Task objective:
Report the count of lines with "public" in the data below, and no other words.

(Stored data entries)
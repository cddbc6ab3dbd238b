using System.Collections.Generic;
using System.Linq;
using FamilyGen.Generator.Algebra;
using FamilyGen.Generator.Diagnostics;
using FamilyGen.Generator.Model;

namespace FamilyGen.Generator.Verdicts;

/// <summary>FG0101: a support that moves with a parameter: because its member takes or reads one, or because the kernel is
/// −∞ on a side of the observation that a parameter decides.</summary>
internal static class MovingSupportRule
{
    public static IEnumerable<Finding> Find(FamilyReading reading)
    {
        var taken = reading.Dependencies
            .Where(d => d.Kind == DependencyKind.Parameter && d.Role == MemberRole.Support)
            .GroupBy(d => (d.Member, d.Name))
            .Select(g => g.First())
            .Select(d => new Finding(DiagnosticIds.SupportOnParameter, d.Origin, EquatableArray.Of(d.Name, d.PathText)));
        return reading.Declaration is { Kernel: { } kernel, KernelMember: { } member }
            ? taken.Concat(InKernel(kernel, member.Name))
            : taken;
    }

    private static IEnumerable<Finding> InKernel(Expression kernel, string member)
    {
        foreach (var piece in Walk.All(kernel).OfType<Conditional>())
        {
            if (!(ZeroDensity.Follows(kernel, piece, piece.WhenTrue) || ZeroDensity.Follows(kernel, piece, piece.WhenFalse)))
                continue;
            foreach (var comparison in Walk.Comparisons(piece.Condition))
            {
                var symbols = Walk.All(comparison.Left).Concat(Walk.All(comparison.Right)).OfType<Symbol>().ToList();
                if (symbols.FirstOrDefault(s => s.Kind == SymbolKind.Parameter) is { } parameter
                    && symbols.FirstOrDefault(s => s.Kind == SymbolKind.Observation) is { } observation)
                {
                    yield return new Finding(DiagnosticIds.SupportOnParameter, comparison.Origin, EquatableArray.Of(
                        parameter.Name, $"'{member}' is −∞ where '{observation.Name}' is on one side of '{parameter.Name}'"));
                }
            }
        }
    }
}
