using System.Collections.Generic;
using System.Linq;
using FamilyGen.Generator.Algebra;
using FamilyGen.Generator.Diagnostics;
using FamilyGen.Generator.Model;

namespace FamilyGen.Generator.Verdicts;

/// <summary>FG0406: the normalizer is finite on a thin set of parameters only, so that one of them is forced to a value.</summary>
internal static class InteriorRule
{
    public static IEnumerable<Finding> Find(FamilyDeclaration declaration, NormalForm form)
    {
        var sets = new NaturalSets(declaration, form);
        if (sets.Shapes.Any(s => s.HasInterior() || !s.IsDecided || s.Point() is null))
            yield break;
        var shape = sets.Shapes[0];
        var ends = NaturalSets.Fewest(shape, some => !new NaturalSetShape(some, form.Statistics.Count).HasInterior());
        var why = "it asks " + string.Join(", and ", ends.Select(sets.AskedAtLeast));
        var forced = form.Statistics
            .Select((s, j) => (Statistic: s, Place: j, Value: shape.Forced(j)))
            .Where(f => f.Value is not null)
            .ToList();
        if (forced.Count == 0)
        {
            yield return new Finding(DiagnosticIds.NoInterior, declaration.Kernel?.Origin ?? -1, EquatableArray.Of(
                "they satisfy an equation", why, "leave out one of the statistics, or combine them into the sum that the equation leaves"));
            yield break;
        }

        var values = string.Join(" and ", forced.Select(f => $"{Name(f.Statistic)} = {Rendering.Number(f.Value!.Value)}"));
        var first = forced[0];
        var place = declaration.IsTrade
            ? KernelPlace.Of(declaration, first.Statistic.Body)
            : declaration.Statistics[first.Place].Body.Origin;
        var mend = first.Value!.Value.IsZero
            ? $"leave out {What(declaration, first.Statistic)}, or bound the support"
            : $"move {Rendering.Number(first.Value.Value)}·{Rendering.Text(first.Statistic.Body)} into the base measure and leave out {What(declaration, first.Statistic)}";
        yield return new Finding(DiagnosticIds.NoInterior, place, EquatableArray.Of(values, why, mend));
    }

    private static string Name(Statistic statistic) => statistic.Natural is { } natural ? Rendering.Text(natural) : statistic.Parameter;

    private static string What(FamilyDeclaration declaration, Statistic statistic) =>
        declaration.IsTrade ? $"the term in {Rendering.Text(statistic.Body)}" : $"'{statistic.Name}'";
}
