using System;
using FamilyGen.Special;

namespace FamilyGen.Kernels;

public static partial class Residual
{
    private const double StirlingFrom = 10;

    /// <summary>For log Γ(w), w &gt; 0 and w + step ≥ 0.</summary>
    /// <remarks>From 10 on, Stirling's series term by term: with δ = step/w the residual is
    /// w((1 + δ)log(1 + δ) − δ) − ½(log(1 + δ) − δ) + that of Σ B₂ₖ/(2k(2k − 1)w²ᵏ⁻¹); below, both ends are moved up by
    /// log Γ(w) = log Γ(w + 1) − log w, whose residuals are positive too: nothing cancels.</remarks>
    public static double LogGamma(double w, double step)
    {
        var end = w + step;
        if (!(end > 0))
            return end == Math.Floor(end) ? double.PositiveInfinity : double.NaN;
        var sum = 0.0;
        while (Math.Min(w, end) < StirlingFrom)
        {
            sum -= Log(w, end, step);
            w++;
            end++;
        }

        return sum + XLogX(w, end, step) - (0.5 * Log(w, end, step)) + StirlingTail(w, end, step);
    }

    // Σ cₖ·(the residual of w¹⁻²ᵏ); that of w⁻ᵐ is w⁻ᵐ·Pₘ, see Power
    private static double StirlingTail(double w, double end, double step)
    {
        var q = w / end;
        var growth = step / w * (step / end);
        var (power, residual, m) = (1 / w, growth, 1);
        var sum = 0.0;
        foreach (var coefficient in Special.LogGamma.StirlingCoefficients)
        {
            sum += coefficient * power * residual;
            residual = (q * residual) + (++m * growth);
            residual = (q * residual) + (++m * growth);
            power /= w * w;
        }

        return sum;
    }
}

The completed task:
4